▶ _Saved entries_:
# # # # #

/* First-order Taylor of ranges and bearings in C11, to be scored by Gaussworthy.
 *
 *     cc -std=c11 -O2 -o predict predict.c -lm
 *     ./predict < cases.jsonl > answers.jsonl
 *
 * Reads case records, writes moments records, one JSON object a line. Knows the sensors range-bearing and
 * bearing-only; any other is said on standard error and left out. Nothing here is shared with Gaussworthy:
 *
 *     mu = h(m),  S = J P J' + R,  C = P J',  J = h'(m) by hand
 */

#include <ctype.h>
#include <math.h>
#include <stdbool.h>
#include <stdio.h>
#include <stdlib.h>
#include <string.h>

static void *need(void *memory) {
    if (!memory) {
        fputs("predict: out of memory\n", stderr);
        exit(3);
    }
    return memory;
}

static double *zeros(size_t count) { return need(calloc(count ? count : 1, sizeof(double))); }

/* --- Just enough JSON: a value is a tree, text stays in the line it was read from. --- */

typedef enum { NOTHING, NUMBER, TEXT, LIST, OBJECT } Type;

typedef struct Value {
    Type type;
    double number;
    const char *key, *text; /* between the quotes, escapes as they were written */
    size_t key_length, length;
    struct Value *first, *next;
} Value;

static void release(Value *value) {
    while (value) {
        Value *next = value->next;
        release(value->first);
        free(value);
        value = next;
    }
}

static const char *skip_blanks(const char *at) {
    while (isspace((unsigned char)*at)) at++;
    return at;
}

/* The end of the text that begins at `at`, behind its first quote; NULL if it has none. */
static const char *end_of_text(const char *at) {
    while (*at && *at != '"') at += *at == '\\' && at[1] ? 2 : 1;
    return *at ? at : NULL;
}

/* Reads the value at `*at` into `value` and goes behind it; false where there is none. */
static bool parse(const char **at, Value *value, int depth) {
    *at = skip_blanks(*at);
    char opened = **at;
    if (depth > 64) return false;
    if (opened == '"') {
        const char *end = end_of_text(*at + 1);
        if (!end) return false;
        value->type = TEXT;
        value->text = *at + 1;
        value->length = (size_t)(end - value->text);
        *at = end + 1;
        return true;
    }
    if (opened == '[' || opened == '{') {
        char closing = opened == '[' ? ']' : '}';
        Value **last = &value->first;
        value->type = opened == '[' ? LIST : OBJECT;
        *at = skip_blanks(*at + 1);
        if (**at == closing) return ++*at, true;
        for (;;) {
            Value *entry = *last = need(calloc(1, sizeof(Value)));
            last = &entry->next;
            if (opened == '{') {
                Value key = {0};
                if (!parse(at, &key, depth + 1) || key.type != TEXT) return release(key.first), false;
                entry->key = key.text;
                entry->key_length = key.length;
                *at = skip_blanks(*at);
                if (*(*at)++ != ':') return false;
            }
            if (!parse(at, entry, depth + 1)) return false;
            *at = skip_blanks(*at);
            if (**at == closing) return ++*at, true;
            if (*(*at)++ != ',') return false;
        }
    }
    for (const char *const *word = (const char *const[]){"true", "false", "null", NULL}; *word; word++) {
        if (strncmp(*at, *word, strlen(*word)) == 0) return *at += strlen(*word), true;
    }
    char *end;
    value->type = NUMBER;
    value->number = strtod(*at, &end);
    if (end == *at) return false;
    *at = end;
    return true;
}

static Value *get(const Value *object, const char *key) {
    Value *entry = object ? object->first : NULL;
    while (entry && !(entry->key_length == strlen(key) && strncmp(entry->key, key, entry->key_length) == 0))
        entry = entry->next;
    return entry;
}

static bool is_text(const Value *value, const char *text) {
    return value && value->type == TEXT && value->length == strlen(text) &&
           strncmp(value->text, text, value->length) == 0;
}

static size_t count(const Value *list) {
    size_t length = 0;
    for (const Value *entry = list ? list->first : NULL; entry; entry = entry->next) length++;
    return length;
}

/* `length` numbers of a list into `to`; false if it has not as many. */
static bool numbers(const Value *list, double *to, size_t length) {
    if (!list || list->type != LIST || count(list) != length) return false;
    for (const Value *entry = list->first; entry; entry = entry->next) {
        if (entry->type != NUMBER) return false;
        *to++ = entry->number;
    }
    return true;
}

/* A size x size matrix into `to`, row by row; one number stands for itself times the identity, nothing for zero. */
static bool square(const Value *value, double *to, size_t size) {
    if (!value) return true;
    if (value->type == NUMBER) {
        for (size_t i = 0; i < size; i++) to[i * size + i] = value->number;
        return true;
    }
    if (value->type != LIST || count(value) != size) return false;
    for (const Value *row = value->first; row; row = row->next, to += size)
        if (!numbers(row, to, size)) return false;
    return true;
}

/* --- The method. --- */

static void write_matrix(const char *key, const double *matrix, size_t rows, size_t columns) {
    printf(",\"%s\":[", key);
    for (size_t i = 0; i < rows; i++) {
        printf(i ? ",[" : "[");
        for (size_t j = 0; j < columns; j++) printf("%s%.17g", j ? "," : "", matrix[i * columns + j]);
        printf("]");
    }
    printf("]");
}

/* Writes the moments record of a case record; why not, if it cannot. */
static const char *answer(const Value *record) {
    const Value *name = get(record, "case"), *sensor = get(record, "sensor"), *prior = get(record, "prior");
    const Value *kind = get(sensor, "kind"), *position = get(sensor, "position");
    const Value *one = get(sensor, "station"), *several = get(sensor, "stations");
    if (!name || name->type != TEXT) return "names no case";
    bool ranges = is_text(kind, "range-bearing");
    if (!ranges && !is_text(kind, "bearing-only")) return "its sensor is not known here";

    size_t n = count(get(prior, "mean")), stations = several ? count(several) : 1;
    size_t outputs = ranges ? 2 : 1, p = outputs * stations; /* of one station, and of all */
    double *m = zeros(n), *P = zeros(n * n), *R = zeros(p * p);
    double *mu = zeros(p), *J = zeros(p * n), *C = zeros(n * p), *S = zeros(p * p);
    double at[2] = {0, 1};
    const char *why = NULL;
    if (!numbers(get(prior, "mean"), m, n) || !square(get(prior, "covariance"), P, n) ||
        !square(get(get(record, "noise"), "covariance"), R, p) || (position && !numbers(position, at, 2)) ||
        !(at[0] >= 0 && at[0] < (double)n && at[1] >= 0 && at[1] < (double)n)) {
        why = "its prior, noise or position is not as it should be";
        goto done;
    }
    size_t ix = (size_t)at[0], iy = (size_t)at[1];
    const Value *station = several ? several->first : one;
    for (size_t j = 0; j < p; j += outputs, station = station->next) {
        double place[2];
        if (!numbers(station, place, 2)) {
            why = "a station is not as it should be";
            goto done;
        }
        double x = m[ix] - place[0], y = m[iy] - place[1], r = hypot(x, y);
        if (ranges) {
            mu[j] = r;
            J[j * n + ix] = x / r;
            J[j * n + iy] = y / r;
        }
        size_t bearing = j + outputs - 1;
        mu[bearing] = atan2(y, x);
        J[bearing * n + ix] = -y / (r * r);
        J[bearing * n + iy] = x / (r * r);
    }
    for (size_t i = 0; i < n; i++)
        for (size_t j = 0; j < p; j++)
            for (size_t k = 0; k < n; k++) C[i * p + j] += P[i * n + k] * J[j * n + k];
    for (size_t i = 0; i < p; i++)
        for (size_t j = 0; j < p; j++) {
            S[i * p + j] = R[i * p + j];
            for (size_t k = 0; k < n; k++) S[i * p + j] += J[i * n + k] * C[k * p + j];
        }
    for (size_t j = 0; j < p; j++)
        if (!isfinite(mu[j]) || !isfinite(S[j * p + j])) why = "the result is not finite";
    if (why) goto done;

    printf("{\"case\":\"%.*s\",\"mean\":[", (int)name->length, name->text);
    for (size_t j = 0; j < p; j++) printf("%s%.17g", j ? "," : "", mu[j]);
    printf("]");
    write_matrix("covariance", S, p, p);
    write_matrix("cross_covariance", C, n, p);
    printf("}\n");
    fflush(stdout);
done:
    free(m), free(P), free(R), free(mu), free(J), free(C), free(S);
    return why;
}

/* The next line into `*line`, which grows as needed; false at the end. */
static bool read_line(char **line, size_t *size) {
    size_t length = 0;
    int c;
    while ((c = getchar()) != EOF && c != '\n') {
        if (length + 1 >= *size) *line = need(realloc(*line, *size = 2 * *size + 256));
        (*line)[length++] = (char)c;
    }
    if (c == EOF && length == 0) return false;
    if (*size == 0) *line = need(realloc(*line, *size = 256));
    (*line)[length] = '\0';
    return true;
}

int main(void) {
    char *line = NULL;
    size_t size = 0;
    for (unsigned long number = 1; read_line(&line, &size); number++) {
        Value record = {0};
        const char *at = line;
        const char *why = NULL;
        if (*skip_blanks(line)) why = parse(&at, &record, 0) && record.type == OBJECT ? answer(&record) : "is no record";
        if (why) fprintf(stderr, "line %lu: %s; left out\n", number, why);
        release(record.first);
    }
    free(line);
    return 0;
}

# # # # #

▶ _Work required_: A line belongs in the answer if it contains the word "predict"; copy every such line from the data above.

▶ _Response to the task_:
 *     cc -std=c11 -O2 -o predict predict.c -lm
 *     ./predict < cases.jsonl > answers.jsonl
        fputs("predict: out of memory\n", stderr);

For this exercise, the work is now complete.